The Machine Learning Workflow

Ready to learn Machine Learning? Browse Machine Learning Training and Certification courses developed by industry thought leaders and Experfy in Harvard Innovation Lab.

What's different about machine learning projects? How do you reduce risks and build a good solution quickly?

Machine Learning Project Workflow

In standard software development, you simply answer the question:

What do you want to implement?

And then you, well, implement.

But in machine learning projects, you first need to explore what’s possible – with the data you have. So the first question is:

What can you implement?

Here’s what we learned works to keep a machine learning project on track from start to finish:

1. Define the task

It’s easy to get drawn into AI projects that don’t go anywhere. A proper machine learning project definition drastically reduces this risk.

These are the questions you need to answer to define a project:

Understand the current process

What is your current process? Your machine learning solution will replace a process that already exists. How are decisions currently made in this process? Considering the current process will give you a lot of domain knowledge and help you define how your machine learning system has to look.

Define what you want to predict

What exact variable do you want to predict? Define the output of your machine learning system — in as much detail as possible.

List the useful data sources

What data do you have that’s useful to predict this output correctly? Start by listing the data sources the current process relies on. One way to list useful data sources is by asking yourself: “If I — as a human — needed to make this prediction, what data points would I want to know about?”

If you understand the current process, know what you want to predict, and have identified all the useful data sources, then you’re in a good position to decide whether it makes sense to proceed to the next stage.

2. Find an approach that works

Even if you have a good problem definition, you can’t know yet how accurate your machine learning model will be in the end – or whether it will be worth replacing the current process.

A proof of concept is the cheapest way to find out what ROI you can expect from your final solution. These are the steps:

Research

Research all the ways other teams have resolved similar tasks — whether they used machine learning or not.
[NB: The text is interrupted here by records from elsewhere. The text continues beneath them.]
//! The tangent probe: the returned tangent against the derivative of the stress update
//! (the check of [`crate::check`], with its diagnosis), at every increment of the path.

use super::Needs;
use super::{Probe, ProbeEnv, ProbeResult, ProbeStatus};
use crate::check;
use crate::error::CoreError;
use crate::routine::Caller;
use crate::Verdict;

pub struct Tangent;

impl Probe for Tangent {
    fn name(&self) -> &'static str {
        "tangent"
    }
    fn needs(&self) -> Needs {
        // The twin is used when there is one (complex-step checks), not required.
        Needs::TANGENT
    }
    fn run(&self, caller: &mut Caller<'_>, env: &ProbeEnv<'_>) -> Result<ProbeResult, CoreError> {
        let mut settings = env.settings.clone();
        if let Some(t) = env.spec.tol {
            for s in crate::Scheme::ALL {
                settings.scheme_mut(s).tol = t;
            }
        }
        let report = check::run(caller, env.props, env.start.clone(), env.path, &settings)?;
        let checked: Vec<_> = report.increments.iter().filter(|i| env.spec.runs_at(i.index)).collect();
        let failed: Vec<_> = checked.iter().filter(|i| !i.passed()).collect();
        let worst =
            report.summary.iter().map(|s| s.worst_norm_error.max(s.worst_entry_error)).fold(0.0, f64::max);
        let status = match report.verdict {
            Verdict::RoutineFault => ProbeStatus::Fail,
            _ if failed.is_empty() => ProbeStatus::Pass,
            _ => ProbeStatus::Fail,
        };
        let summary = if let Some((k, f)) = report.first_fault_at() {
            format!("the routine failed at increment {k}: {}", f.message)
        } else if failed.is_empty() {
            // The worst error counts increments whose failed check the closer look cleared (a
            // kink, a poor default step): say so, or a pass would quote a large error bare.
            let cleared = checked.iter().filter(|i| i.diagnosis.as_ref().is_some_and(|d| d.pass)).count();
            let aside = if cleared > 0 {
                format!("; {cleared} of them cleared on a closer look (a kink or a poor default step), which the worst error counts")
            } else {
                String::new()
            };
            format!("consistent at {} increments (worst error {worst:.2e}{aside})", checked.len())
        } else if failed.iter().all(|i| {
            i.non_finite.is_empty()
                && i.fault.is_none()
                && i.checks
                    .iter()
                    .all(|c| !matches!(&c.tangent, crate::report::CheckOutcome::Compared(x) if !x.pass))
        }) {
            // Only ∂σ/∂T failed: said as the check says it (the probe line read "wrong at 12 of
            // 12 increments" beside a check whose verdict said the tangent agrees; a user-style
            // sweep).
            format!(
                "∂σ/∂T wrong at {} of {} increments (the tangent agrees); finding: {}",
                failed.len(),
                checked.len(),
                report.finding()
            )
        } else {
            format!(
                "wrong at {} of {} increments; finding: {}",
                failed.len(),
                checked.len(),
                report.finding()
            )
        };
        let mut r = ProbeResult::new("tangent", status, summary);
        r.fault = report.verdict == Verdict::RoutineFault;
        r.value = Some(worst);
        r.increment = failed.first().map(|i| i.index);
        for b in &report.branches {
            r.details.push(format!("branch {}: {} failed of {}", b.branch, b.failed, b.increments));
        }
        r.details.extend(report.coverage.iter().map(|c| format!("coverage warning: {c}")));
        Ok(r)
    }
}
Then make a plan, using what you’ve learned from both your research and the existing process you want to replace.

Build a dataset

The central part of any machine learning project is the sample dataset! This includes realistic examples of exactly those cases for which you want your machine learning system to make correct predictions. Think of it as an Excel table, with:

One row per example, and
A number of columns of useful input data, plus
One column containing the output (aka the target).
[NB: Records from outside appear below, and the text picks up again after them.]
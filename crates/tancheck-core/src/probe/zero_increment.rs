//! The zero-increment probe: Δε = 0 (and ΔT = 0, Δt = 0) from the start of each increment returns the
//! start stress and a finite tangent (default tolerance 1e-12 of the stress scale).

use super::Needs;
use super::{faulted, walk, Probe, ProbeEnv, ProbeResult, ProbeStatus};
use crate::error::CoreError;
use crate::routine::Caller;

pub struct ZeroIncrement;

impl Probe for ZeroIncrement {
    fn name(&self) -> &'static str {
        "zero-increment"
    }
    fn needs(&self) -> Needs {
        Needs::empty()
    }
    fn run(&self, caller: &mut Caller<'_>, env: &ProbeEnv<'_>) -> Result<ProbeResult, CoreError> {
        let tol = env.spec.tol.unwrap_or(1e-12);
        // The worst change of the stress, where it was; and the first increment where the
        // fault appeared (a change beyond `tol`, or an output that is not finite), with what.
        let mut worst = (0.0f64, 0usize);
        let mut first: Option<(usize, bool, f64, f64)> = None;
        let walked = walk(caller, env, |k, d, c| {
            if !env.spec.runs_at(k) {
                return Ok(());
            }
            let full = d.dstrain().to_vec();
            let dtemp = d.dtemp();
            let dtime = d.dtime();
            let zero = vec![0.0; full.len()];
            // Nothing happens: no strain, no temperature change and no time (over a positive
            // time a rate-dependent or viscous routine rightly relaxes).
            d.set_increment_keep_count(&zero, 0.0);
            d.set_dtime_keep_count(0.0);
            let r = d.base_call(c);
            let stress = d.base.stress.clone();
            let finite = d.base.tangent.iter().chain(&d.base.stress).all(|x| x.is_finite());
            d.set_increment_keep_count(&full, dtemp);
            d.set_dtime_keep_count(dtime);
            d.base_call(c)?;
            r?;
            let scale = d.start().stress.iter().fold(1.0f64, |a, s| a.max(s.abs()));
            let diff =
                stress.iter().zip(&d.start().stress).fold(0.0f64, |a, (x, y)| a.max((x - y).abs())) / scale;
            let diff = if diff.is_nan() { f64::INFINITY } else { diff };
            if diff > worst.0 {
                worst = (diff, k);
            }
            if first.is_none() && (!finite || diff > tol) {
                first = Some((k, finite, diff, scale));
            }
            Ok(())
        });
        if let Err((k, f)) = walked {
            return Ok(faulted("zero-increment", k, &f));
        }
        let ok = first.is_none();
        let mut r = ProbeResult::new(
            "zero-increment",
            if ok { ProbeStatus::Pass } else { ProbeStatus::Fail },
            match first {
                None => {
                    format!("returns the start stress (worst change {:.2e}) and a finite tangent", worst.0)
                }
                Some((k, false, ..)) => format!(
                    "a zero increment gives a stress or tangent that is not finite, first at increment {k}"
                ),
                Some((k, true, diff, scale)) => format!(
                    "a zero increment changes the stress by {diff:.2e} {}, first at increment {k} (worst {:.2e} at \
                     increment {})",
                    if scale > 1.0 {
                        "of the largest start stress"
                    } else {
                        "(in stress units: the start stress is below 1)"
                    },
                    worst.0,
                    worst.1
                ),
            },
        );
        // At the path's first increment from a start stress of zero: the routine's own stress
        // at the start is not the one given (a total-form law at a start temperature away from
        // its reference holds a thermal stress there), and every probe that starts there sees
        // the mismatch (the energy probe's closed cycle too); the start, not the law, may be
        // what is wrong (a user-style sweep read it as a defect of the law).
        if let Some((1, true, ..)) = first {
            if env.start.stress.iter().all(|&x| x == 0.0) {
                r.details.push(
                    "the start stress is zero, and a zero increment from the start gives another stress: a \
                     total-form law gives the stress of its state there (a thermal stress at a start \
                     temperature other than its reference); give the start stress it gives (`start.stress`), \
                     or start where it is zero. Or the routine carries a value from call to call (a SAVE or \
                     static variable): the hidden-state and determinism probes say so"
                        .into(),
                );
            }
        }
        r.value = Some(worst.0);
        r.tol = Some(tol);
        r.increment = first.map(|f| f.0);
        Ok(r)
    }
}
The model then has to learn to predict the output from the input. For example, predicting a customer’s credit rating (output) from their payment history (input).

This dataset is like the requirements document in a normal software project — the point of reference against which you check whether you’re on track.

Experiment

Start with the most promising approach, evaluate it, and then improve from there. Repeat – until you’ve found an approach that is good enough.
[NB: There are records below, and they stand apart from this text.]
#[cfg(test)]
mod tests {
    use super::testing::{Bar, PROPS};
    use super::*;
    use crate::check;
    use crate::path::PathIncrement;
    use crate::routine::{Model, RoutineInfo};

    fn uniaxial(steps: &[f64]) -> Path {
        Path {
            name: "test path".into(),
            increments: steps.iter().map(|&d| PathIncrement::strain([d, 0.0, 0.0, 0.0, 0.0, 0.0])).collect(),
        }
    }

    fn zero(info: &RoutineInfo) -> PointState {
        PointState::zero(info, 0.0)
    }

    // The bar yields at ε = σy/E = 1.25e-3 (Simo & Hughes 1998, Box 1.4): along increments of
    // 5e-4 from zero that is half-way through increment 3. The flawed bar returns E there,
    // the consistent tangent is E H/(E + H): the error changes class at s* = 0.5 exactly.
    #[test]
    fn the_crossing_is_the_yield_fraction() {
        let mut bar = Bar::new(true);
        let info = bar.0.info().clone();
        let mut caller = Caller::new(&mut bar);
        let path = uniaxial(&[5e-4; 8]);
        let settings = Settings::default();
        let report = check::run(&mut caller, &PROPS, zero(&info), &path, &settings).unwrap();
        let bs = BisectSettings::default();
        let l = locate(&mut caller, &PROPS, zero(&info), &path, &report, &settings, &bs).unwrap().unwrap();
        assert_eq!((l.increment, l.of), (3, 8));
        assert_eq!(l.branch, "#1 (state changed)");
        assert_eq!(l.judged_by, Scheme::ComplexStep);
        let Inside::Crossing(c) = l.inside else { panic!("{:?}", l.inside) };
        let s_star = (PROPS[1] / PROPS[0] - 2.0 * 5e-4) / 5e-4;
        assert!((s_star - 0.5).abs() < 1e-12);
        assert!(c.below <= s_star && s_star <= c.above, "{c:?}");
        assert!(c.above - c.below <= bs.fraction_tol);
        assert_eq!(c.class_below.reported_branch, Some(0));
        assert_eq!(c.class_below.judgement, Judgement::Agrees);
        assert_eq!(c.class_above.reported_branch, Some(1));
        assert_eq!(c.class_above.judgement, Judgement::Differs);
        // E against E H/(E + H): relative error (E − E_t)/E_t = E/H = 20.
        assert!((c.error_above - PROPS[0] / PROPS[2]).abs() < 1e-6, "{}", c.error_above);
        let step = l.step.unwrap();
        assert_eq!(step.verdict, StepVerdict::Mismatch);
        assert!((step.plateau.unwrap() / 20.0 - 1.0).abs() < 0.1, "{:?}", step.plateau);
        // The saved inputs are those of increment 3: strain 1e-3 at its start.
        assert_eq!(l.call.strain, vec![1e-3]);
        assert_eq!(l.call.increment, 3);
    }

    // Without a twin the fractions are judged by the central difference; a coarser tolerance
    // of the fraction is met too.
    #[test]
    fn without_a_twin_the_central_difference_judges() {
        let mut bar = Bar::new(true);
        let info = bar.0.info().clone();
        let mut caller = Caller::new(&mut bar);
        let path = uniaxial(&[4e-4; 6]);
        let settings = Settings { schemes: vec![Scheme::Central], ..Settings::default() };
        let report = check::run(&mut caller, &PROPS, zero(&info), &path, &settings).unwrap();
        let bs = BisectSettings { fraction_tol: 1e-3, ..BisectSettings::default() };
        let l = locate(&mut caller, &PROPS, zero(&info), &path, &report, &settings, &bs).unwrap().unwrap();
        assert_eq!(l.judged_by, Scheme::Central);
        assert_eq!(l.increment, 4);
        let Inside::Crossing(c) = l.inside else { panic!("{:?}", l.inside) };
        let s_star = (PROPS[1] / PROPS[0] - 3.0 * 4e-4) / 4e-4;
        assert!((c.fraction() - s_star).abs() <= 1e-3, "{c:?} vs {s_star}");
    }

    // A failure that does not start inside the increment: the flawed bar loaded further
    // after yielding fails at every fraction of a later plastic increment.
    #[test]
    fn a_failure_throughout_the_increment_is_said_so() {
        let mut bar = Bar::new(true);
        let info = bar.0.info().clone();
        let mut caller = Caller::new(&mut bar);
        // Yield inside increment 1 (1.5e-3 > 1.25e-3); increment 2 starts plastic.
        let path = uniaxial(&[1.5e-3, 5e-4]);
        let settings = Settings::default();
        let report = check::run(&mut caller, &PROPS, zero(&info), &path, &settings).unwrap();
        // Shift the question to increment 2 by checking from the end of increment 1.
        let (mut d, previous) = driver_at(&mut caller, &PROPS, zero(&info), &path, 2, &settings).unwrap();
        assert!(previous.is_some());
        d.base_call(&mut caller).unwrap();
        let later = Path { name: "later".into(), increments: path.increments[1..].to_vec() };
        let start = d.start().clone();
        let r2 = check::run(&mut caller, &PROPS, start.clone(), &later, &settings).unwrap();
        let l = locate(&mut caller, &PROPS, start, &later, &r2, &settings, &BisectSettings::default())
            .unwrap()
            .unwrap();
        assert!(matches!(l.inside, Inside::Throughout { .. }), "{:?}", l.inside);
        assert_eq!(report.increments.len(), 2);
    }

    // The rebuilt start state has the bits the check reached: the end of increment k − 1.
    #[test]
    fn the_walk_rebuilds_the_start_state_bit_for_bit() {
        let mut bar = Bar::new(false);
        let info = bar.0.info().clone();
        let mut caller = Caller::new(&mut bar);
        let path = uniaxial(&[7e-4, 9e-4, -3e-4, -2.5e-3, 1e-4]);
        let settings = Settings::default();
        let report = check::run(&mut caller, &PROPS, zero(&info), &path, &settings).unwrap();
        for k in 2..=5 {
            let (d, _) = driver_at(&mut caller, &PROPS, zero(&info), &path, k, &settings).unwrap();
            assert_eq!(d.start().stress[0].to_bits(), report.increments[k - 2].stress[0].to_bits(), "{k}");
            assert_eq!(d.start().strain[0].to_bits(), report.increments[k - 2].strain[0].to_bits(), "{k}");
            assert_eq!(d.increment(), k as i32);
        }
        assert!(driver_at(&mut caller, &PROPS, zero(&info), &path, 6, &settings).is_err());
        assert!(locate(
            &mut caller,
            &PROPS,
            zero(&info),
            &path,
            &report,
            &settings,
            &BisectSettings::default()
        )
        .unwrap()
        .is_none());
    }

    /// A random walk with a slight drift (xorshift64*, seeded): the bar first yields late.
    fn random_walk(n: usize, seed: u64) -> Vec<f64> {
        let mut x = seed;
        (0..n)
            .map(|_| {
                x ^= x >> 12;
                x ^= x << 25;
                x ^= x >> 27;
                let u = (x.wrapping_mul(0x2545_f491_4f6c_dd1d) >> 11) as f64 / (1u64 << 53) as f64;
                -1e-4 + 2.2e-4 * u
            })
            .collect()
    }

    #[test]
    fn a_long_random_path_shrinks_to_one_increment() {
        let mut bar = Bar::new(true);
        let info = bar.0.info().clone();
        let mut caller = Caller::new(&mut bar);
        let path = uniaxial(&random_walk(200, 0x5eed_b15e));
        let settings = Settings::default();
        let report = check::run(&mut caller, &PROPS, zero(&info), &path, &settings).unwrap();
        let first = first_failure(&report).expect("the walk yields").index;
        assert!(first > 20, "the first failure is late enough to need shrinking: {first}");
        let s = shrink(&mut caller, &PROPS, &zero(&info), &path, &report, &settings, ShrinkLimits::default())
            .unwrap()
            .unwrap();
        assert_eq!(s.stop, ShrinkStop::Done);
        assert_eq!(s.original_increments, 200);
        assert_eq!(s.path.increments.len(), 1, "{:?}", s.path.increments);
        // One increment from zero past the yield strain, rounded to a short decimal.
        let d = s.path.increments[0].dstrain[0];
        assert!(d > PROPS[1] / PROPS[0], "{d}");
        assert!(format!("{d}").len() <= 8, "{d}");
        // The shrunk path still fails, the same way.
        let again = check::run(&mut caller, &PROPS, zero(&info), &s.path, &settings).unwrap();
        assert_eq!(again.verdict, crate::report::Verdict::TangentFailure);
        assert_eq!(first_failure(&again).unwrap().finding(), s.finding);
        assert_eq!(s.finding, first_failure(&report).unwrap().finding());
        assert!(s.iterations <= ShrinkLimits::default().max_iterations);
    }

    #[test]
    fn the_limits_stop_the_shrink_and_say_which() {
        let mut bar = Bar::new(true);
        let info = bar.0.info().clone();
        let mut caller = Caller::new(&mut bar);
        let path = uniaxial(&random_walk(200, 0x5eed_b15e));
        let settings = Settings::default();
        let report = check::run(&mut caller, &PROPS, zero(&info), &path, &settings).unwrap();
        let first = first_failure(&report).unwrap().index;
        let limits = ShrinkLimits { max_iterations: 3, max_seconds: 600.0 };
        let s =
            shrink(&mut caller, &PROPS, &zero(&info), &path, &report, &settings, limits).unwrap().unwrap();
        assert_eq!(s.stop, ShrinkStop::IterationLimit { limit: 3 });
        assert_eq!(s.iterations, 3);
        assert!(s.path.increments.len() <= first);
        let again = check::run(&mut caller, &PROPS, zero(&info), &s.path, &settings).unwrap();
        assert_eq!(first_failure(&again).map(|f| f.index), Some(s.path.increments.len()));
        let limits = ShrinkLimits { max_iterations: 1000, max_seconds: 1e-12 };
        let s =
            shrink(&mut caller, &PROPS, &zero(&info), &path, &report, &settings, limits).unwrap().unwrap();
        assert_eq!(s.stop, ShrinkStop::TimeLimit { seconds: 1e-12 });
        assert_eq!(s.iterations, 0);
        // Cut after the first failure, which needs no search.
        assert_eq!(s.path.increments.len(), first);
        // A passing path has nothing to shrink.
        let mut good = Bar::new(false);
        let mut c2 = Caller::new(&mut good);
        let r = check::run(&mut c2, &PROPS, zero(&info), &path, &settings).unwrap();
        assert!(shrink(&mut c2, &PROPS, &zero(&info), &path, &r, &settings, ShrinkLimits::default())
            .unwrap()
            .is_none());
    }
}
3. Build a full-scale solution

Working software is the primary measure of progress. – Agile Manifesto

A proof-of-concept doesn’t make you any money. So here are the steps to take you to a stable, full-scale solution.

Improve accuracy

A proof-of-concept is a 20/80 implementation. Now it’s time to make the critical improvements you left out in your first iteration:

Add more data;
Build new features;
Try other algorithms;
Fine-tune the model parameters.

Scale

It’s a big step from a proof-of-concept script to a production-ready solution.

Scalability & Stability: Rewrite data processing steps into separate, scalable tasks within a data pipeline.
Tests: Write additional unit and integration tests — that also cover possible errors in the data.
Deployment: Build flexible, repeatable, easy deployment that can handle the throughput and processing speed you need (including automated build-up of your infrastructure).

A/B Test

Similarly to other software updates, the final test for your newly automated process is comparing it with the current process. With an A/B test, you can measure the improvement you’ve achieved, as well as the ROI of your project.

API

Your machine learning service needs a way to speak to the rest of your infrastructure. That’s either done by continually saving the results into a database or making the algorithm available through an API.

Documentation

Beyond documentation for the code, you should consider writing a user guide that explains how the solution works. It’s important to clarify the ideas behind the implementation: in data science, it can be hard to understand your reasoning from your code alone.

Optional Add-ons

Versioning. Maybe you need to A/B test against an older model, or switch to a previous version of your pipeline on short notice — correct versioning makes this easy.
Automated retraining. Models get outdated — and eventually, you’ll have to retrain yours on new data. In some cases, it makes sense to automate model updating.